Task item:
Output only these lines, set down exactly: the one containing "next.set(pinId, new Map(next.get(pinId)).set(columnId, error));" and each line after it through the end of the records.

Material for this task:
···
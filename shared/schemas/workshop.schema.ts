import { z } from 'zod';
import { requiredText } from './common.schema.ts';
import { SystemVoltage } from './conversions.schema.ts';

export const PAPER_SIZES = ['A4', 'Letter'] as const;
export const SIZE_UNITS = ['mm2', 'awg'] as const;
export type PaperSize = (typeof PAPER_SIZES)[number];
export type SizeUnit = (typeof SIZE_UNITS)[number];
export const SIZE_UNIT_LABELS: Record<SizeUnit, string> = { mm2: 'mm²', awg: 'AWG' };

/** SAE J1128 insulation temperature ratings, °C: GPT 85, TWP 105, TXL/GXL/SXL 125. */
export const INSULATION_RATINGS_C = [60, 75, 80, 85, 90, 105, 125, 200] as const;

/** What each part of a feed may drop, volts (drop-budget.ts); each at most 2 V, a typo guard. */
export const DropAllowancesSchema = z.strictObject({
  fuseV: z.number().min(0).max(2),
  relayContactsV: z.number().min(0).max(2),
  perConnectionV: z.number().min(0).max(2),
  chassisReturnV: z.number().min(0).max(2),
});

export const WorkshopSettings = z.object({
  id: z.number(),
  name: z.string(),
  paperSize: z.enum(PAPER_SIZES),
  sizeUnit: z.enum(SIZE_UNITS),
  systemVoltage: z.number(),
  defaultInsulationC: z.number(),
  serviceAllowancePct: z.number(),
  dropAllowances: DropAllowancesSchema,
  version: z.number(),
});
export type WorkshopSettings = z.infer<typeof WorkshopSettings>;

export const UpdateWorkshopRequest = z.strictObject({
  name: requiredText(120).optional(),
  paperSize: z.enum(PAPER_SIZES).optional(),
  sizeUnit: z.enum(SIZE_UNITS).optional(),
  systemVoltage: SystemVoltage.optional(),
  defaultInsulationC: z
    .number()
    .refine((v) => (INSULATION_RATINGS_C as readonly number[]).includes(v), {
      message: `must be one of ${INSULATION_RATINGS_C.join(', ')}`,
    })
    .optional(),
  serviceAllowancePct: z.number().min(0).max(100).optional(),
  dropAllowances: DropAllowancesSchema.optional(),
  version: z.number().int().min(0),
});
export type UpdateWorkshopRequest = z.infer<typeof UpdateWorkshopRequest>;
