import { expect, test } from '@playwright/test';
import { allSaved, pinCell, pinGrid } from './support/pin-grid.ts';
import { DEMO, signIn } from './support/session.ts';
import { createSmallPlan } from './support/small-plan.ts';

const grid = pinGrid;
const cell = pinCell;

test('Enter takes the highlighted destination; free text only as typed on purpose or when nothing matches', async ({
  page,
}) => {
  await signIn(page, DEMO.builder);
  const plan = await createSmallPlan(page.request, 'Orrin tow tractor', { joined: false });
  await page.goto(`/conversions/${plan.conversionId}/pins`);
  await expect(grid(page)).toBeVisible();

  await cell(page, 'E5-1', 'destination').click();
  await page.keyboard.type('ECU');
  const options = page.getByRole('listbox').getByRole('option');
  await expect(options).toHaveText([/Feed: ECU supply/, /Use “ECU” as typed/]);
  await expect(options.first()).toHaveAttribute('aria-selected', 'true');
  await page.screenshot({ path: 'test-results/screens/destination-typeahead.png' });
  await page.keyboard.press('Enter');
  await expect(cell(page, 'E5-1', 'destination')).toContainText('→ Feed: ECU supply');
  await allSaved(page);

  // "Use as typed" keeps the letters.
  await cell(page, 'E5-2', 'destination').click();
  await page.keyboard.type('ECU');
  await page.keyboard.press('ArrowDown');
  await expect(options.last()).toHaveAttribute('aria-selected', 'true');
  await page.keyboard.press('Enter');
  await expect(cell(page, 'E5-2', 'destination')).toHaveText('ECU');

  // Nothing matches: the text goes in as it is.
  await cell(page, 'E5-3', 'destination').click();
  await page.keyboard.type('Dash lamp');
  await expect(options).toHaveText([/Use “Dash lamp” as typed/]);
  await page.keyboard.press('Enter');
  await expect(cell(page, 'E5-3', 'destination')).toHaveText('Dash lamp');
  await allSaved(page);

  const pins = (await (await page.request.get(`/api/conversions/${plan.conversionId}/pins`)).json())
    .pins as Array<{
    id: number;
    cavity: string;
    destination: string;
    destinationFeedId: number | null;
  }>;
  const byCavity = new Map(pins.map((p) => [p.cavity, p]));
  expect(byCavity.get('1')!.destinationFeedId).toBe(plan.feedId);
  expect(byCavity.get('2')).toMatchObject({ destination: 'ECU', destinationFeedId: null });
  expect(byCavity.get('3')).toMatchObject({ destination: 'Dash lamp', destinationFeedId: null });
  // One fact: the pin joined to the feed is now one of the feed's loads.
  const feeds = (
    await (await page.request.get(`/api/conversions/${plan.conversionId}/feeds`)).json()
  ).feeds as Array<{ id: number; loads: Array<{ pinId: number | null }> }>;
  expect(feeds.find((f) => f.id === plan.feedId)!.loads.map((l) => l.pinId)).toEqual([
    byCavity.get('1')!.id,
  ]);
});

test('adding a pin as a feed load joins the pin to the feed, and the unfused power pin finding clears', async ({
  page,
}) => {
  await signIn(page, DEMO.builder);
  const plan = await createSmallPlan(page.request, 'Wenna hay loader', { joined: false });
  await page.goto(`/conversions/${plan.conversionId}/checks`);
  await expect(page.getByText('Power pin joined without a fuse upstream').first()).toBeVisible();

  await page.getByRole('link', { name: 'Feeds', exact: true }).click();
  await page
    .getByRole('button', { name: 'Edit ECU supply' })
    .or(page.getByRole('link', { name: 'Edit ECU supply' }))
    .click();
  await page.getByRole('button', { name: 'Add a load' }).click();
  const pinChoice = page.getByLabel('Load 1 pin');
  const label = await pinChoice.locator('option', { hasText: 'E5-1' }).textContent();
  await pinChoice.selectOption({ label: label! });
  await page.getByLabel('Load 1 device').fill('ECU');
  await page.getByLabel('Load 1 current (A)').fill('4');
  await page.getByRole('button', { name: 'Save feed' }).click();
  await expect(page.getByRole('button', { name: 'Save feed' })).toHaveCount(0);

  await page.getByRole('link', { name: 'Pin map', exact: true }).click();
  await expect(cell(page, 'E5-1', 'destination')).toContainText('→ Feed: ECU supply');
  await page.screenshot({ path: 'test-results/screens/feed-load-joins-pin.png' });
  await page.getByRole('link', { name: 'Checks', exact: true }).click();
  await expect(page.getByRole('heading', { name: 'Circuit checks' })).toBeVisible();
  await expect(page.getByText('0 errors')).toBeVisible();
  await expect(page.getByText('Power pin joined without a fuse upstream')).toHaveCount(0);
  await page.screenshot({ path: 'test-results/screens/feed-load-checks.png', fullPage: true });
});

test('typing over a three-cell selection fills the selection, and one undo puts all three back', async ({
  page,
}) => {
  await signIn(page, DEMO.builder);
  const plan = await createSmallPlan(page.request, 'Pascoe milk float');
  await page.goto(`/conversions/${plan.conversionId}/pins`);
  await expect(grid(page)).toBeVisible();

  await cell(page, 'E5-2', 'function').click();
  await cell(page, 'E5-4', 'function').click({ modifiers: ['Shift'] });
  await page.keyboard.type('Spare, taped back');
  await page.screenshot({ path: 'test-results/screens/type-over-selection.png' });
  await page.keyboard.press('Enter');
  for (const pin of ['E5-2', 'E5-3', 'E5-4'])
    await expect(cell(page, pin, 'function')).toHaveText('Spare, taped back');
  await expect(cell(page, 'E5-1', 'function')).toHaveText('ECU battery supply');
  await allSaved(page);

  // A choice column too: "cut" over two dispositions.
  await cell(page, 'E5-2', 'disposition').click();
  await cell(page, 'E5-3', 'disposition').click({ modifiers: ['Shift'] });
  await page.keyboard.type('cut');
  await page.keyboard.press('Enter');
  for (const pin of ['E5-2', 'E5-3'])
    await expect(cell(page, pin, 'disposition')).toContainText('Cut and insulate');
  await allSaved(page);

  // Each fill is one undo step.
  await page.keyboard.press('ControlOrMeta+Z');
  for (const pin of ['E5-2', 'E5-3'])
    await expect(cell(page, pin, 'disposition')).toContainText('Keep as is');
  await expect(cell(page, 'E5-2', 'function')).toHaveText('Spare, taped back');
  await page.keyboard.press('ControlOrMeta+Z');
  await expect(cell(page, 'E5-2', 'function')).toHaveText('Coolant temperature signal');
  await expect(cell(page, 'E5-3', 'function')).toHaveText('Sensor ground');
  await expect(cell(page, 'E5-4', 'function')).toHaveText('—');
  await allSaved(page);
  await page.screenshot({ path: 'test-results/screens/type-over-selection-undone.png' });
});
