import { useState } from 'react';
import type { CellError } from '../components/grid-row.tsx';
import type { CellProblem } from '../lib/pin-edits.ts';

type ErrorsByPin = Map<number, Map<string, CellError>>;

/** The cells that did not take their text: shown in red with the text kept, until fixed. */
export function useCellErrors() {
  const [cellErrors, setCellErrors] = useState<ErrorsByPin>(() => new Map());

  /** Replaces every mark with these problems. */
  function show(problems: CellProblem[]) {
    const next: ErrorsByPin = new Map();
    for (const p of problems) {
      const row = new Map(next.get(p.pinId));
      row.set(p.columnId, { text: p.text, message: p.message });
      next.set(p.pinId, row);
    }
    setCellErrors(next);
  }

  function add(pinId: number, columnId: string, error: CellError) {
    setCellErrors((old) => {
      const next = new Map(old);
      next.set(pinId, new Map(next.get(pinId)).set(columnId, error));
      return next;
    });
  }

  function clear(pinId: number, columnId: string) {
    if (!cellErrors.get(pinId)?.has(columnId)) return;
    setCellErrors((old) => {
      const next = new Map(old);
      const row = new Map(next.get(pinId));
      row.delete(columnId);
      if (row.size) next.set(pinId, row);
      else next.delete(pinId);
      return next;
    });
  }

  return {
    forPin: (pinId: number) => cellErrors.get(pinId),
    show,
    add,
    clear,
    clearAll: () => setCellErrors(new Map()),
  };
}

export type CellErrors = ReturnType<typeof useCellErrors>;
···
Response to the exercise:
      next.set(pinId, new Map(next.get(pinId)).set(columnId, error));
      return next;
    });
  }

  function clear(pinId: number, columnId: string) {
    if (!cellErrors.get(pinId)?.has(columnId)) return;
    setCellErrors((old) => {
      const next = new Map(old);
      const row = new Map(next.get(pinId));
      row.delete(columnId);
      if (row.size) next.set(pinId, row);
      else next.delete(pinId);
      return next;
    });
  }

  return {
    forPin: (pinId: number) => cellErrors.get(pinId),
    show,
    add,
    clear,
    clearAll: () => setCellErrors(new Map()),
  };
}

export type CellErrors = ReturnType<typeof useCellErrors>;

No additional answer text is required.